BEGIN Material provided
"""Blame the input: a line that breaks a relation because one of its inputs holds the slip.

When a row relation (``I = d*d / (d*d - b*b)``, a product, a quotient) fails
on a line, each input cell of that line is given the values the slips model
says the scribe may have meant instead of what he wrote (one unit wedge or
ten-corner more or less in one place, the value one place off, the double,
the half, the square root of a square copied from the worksheet, a
neighbour copied).  If one such value of one input makes the relation hold
with the result as written, the slip is that input's, and the result is
right.  A value the relation gives that no scribe could write (negative in
a column of positive numbers, or a fraction that does not terminate in base
60) is never offered as the expected value.
"""

from __future__ import annotations

from fractions import Fraction
from math import isqrt

__all__ = ["originals", "blame_input", "writable"]

#: Most sexagesimal places an input is varied in.
_PLACES = 8


def _regular(n: int) -> bool:
    for p in (2, 3, 5):
        while n % p == 0 and n:
            n //= p
    return n == 1


def writable(value: Fraction, column_values) -> bool:
    """Whether a scribe could write *value* in a column holding *column_values*."""
    value = Fraction(value)
    if not _regular(value.denominator):
        return False
    if value < 0 and all(v is None or v >= 0 for v in column_values):
        return False
    return True


def _sqrt(v: Fraction) -> Fraction | None:
    if v <= 0:
        return None
    a, b = isqrt(v.numerator), isqrt(v.denominator)
    return Fraction(a, b) if a * a == v.numerator and b * b == v.denominator else None


def originals(written: Fraction, places: int, neighbours=()) -> list[tuple[Fraction, str]]:
    """What the scribe may have meant instead of *written*, by the slips model (value, how)."""
    written = Fraction(written)
    out: list[tuple[Fraction, str]] = []
    top = 0
    while abs(written) >= Fraction(60) ** (top + 1) and top < _PLACES:
        top += 1
    for k in range(-places, top + 1):
        step = Fraction(60) ** k
        digit = (written // step) % 60
        for size, how in ((1, "a unit wedge"), (10, "a ten-corner")):
            for sign in (1, -1):
                if 0 <= digit + sign * size <= 59:
                    out.append((written + sign * size * step, how))
    out.append((written / 60, "one place off"))
    out.append((written * 60, "one place off"))
    out.append((written / 2, "the double copied"))
    out.append((written * 2, "the half copied"))
    root = _sqrt(written)
    if root is not None:
        out.append((root, "the square copied"))
    for n in neighbours:
        if n is not None and n != written:
            out.append((Fraction(n), "a neighbour copied"))
    seen, unique = {written}, []
    for v, how in out:
        if v not in seen:
            seen.add(v)
            unique.append((v, how))
    return unique


def blame_input(frame, scheme, i: int, written_result, true) -> list[tuple[str, object, str]]:
    """Every (input column, scaled value meant, how) whose slip alone explains line *i*.

    One entry blames that input; several leave the choice to the editor.
    """
    found = []
    s = frame.scale
    for name in scheme.inputs:
        w = true[name][i] if true[name][i] is not None else frame.written[name][i]
        if w is None or frame.written[name][i] is None:
            continue
        value = frame.fraction(frame.written[name][i])
        places = max(0, -_last_place(value))
        col = frame.written[name]
        neighbours = [frame.fraction(col[j]) for j in (i - 1, i + 1) if 0 <= j < len(col)]
        for cand, how in originals(value, places, neighbours):
            scaled = cand * s
            scaled = scaled.numerator if scaled.denominator == 1 else scaled
            saved = true[name][i]
            true[name][i] = scaled
            try:
                e = scheme.expect(i, true)
            finally:
                true[name][i] = saved
            if e is not None and e == written_result:
                found.append((name, scaled, how))
                break
    return found


def _last_place(value: Fraction) -> int:
    """The exponent of the last sexagesimal place of *value* (0 for a whole number)."""
    k = 0
    v = Fraction(value)
    while v.denominator != 1 and k < 12:
        v *= 60
        k += 1
    return -k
END Material provided
Work item:
All that is wanted is a faithful reproduction of the line above with "while n % p", the line with "digit = (written // step) % 60", and every line in between.

Task answer:
        while n % p == 0 and n:
            n //= p
    return n == 1


def writable(value: Fraction, column_values) -> bool:
    """Whether a scribe could write *value* in a column holding *column_values*."""
    value = Fraction(value)
    if not _regular(value.denominator):
        return False
    if value < 0 and all(v is None or v >= 0 for v in column_values):
        return False
    return True


def _sqrt(v: Fraction) -> Fraction | None:
    if v <= 0:
        return None
    a, b = isqrt(v.numerator), isqrt(v.denominator)
    return Fraction(a, b) if a * a == v.numerator and b * b == v.denominator else None


def originals(written: Fraction, places: int, neighbours=()) -> list[tuple[Fraction, str]]:
    """What the scribe may have meant instead of *written*, by the slips model (value, how)."""
    written = Fraction(written)
    out: list[tuple[Fraction, str]] = []
    top = 0
    while abs(written) >= Fraction(60) ** (top + 1) and top < _PLACES:
        top += 1
    for k in range(-places, top + 1):
        step = Fraction(60) ** k
        digit = (written // step) % 60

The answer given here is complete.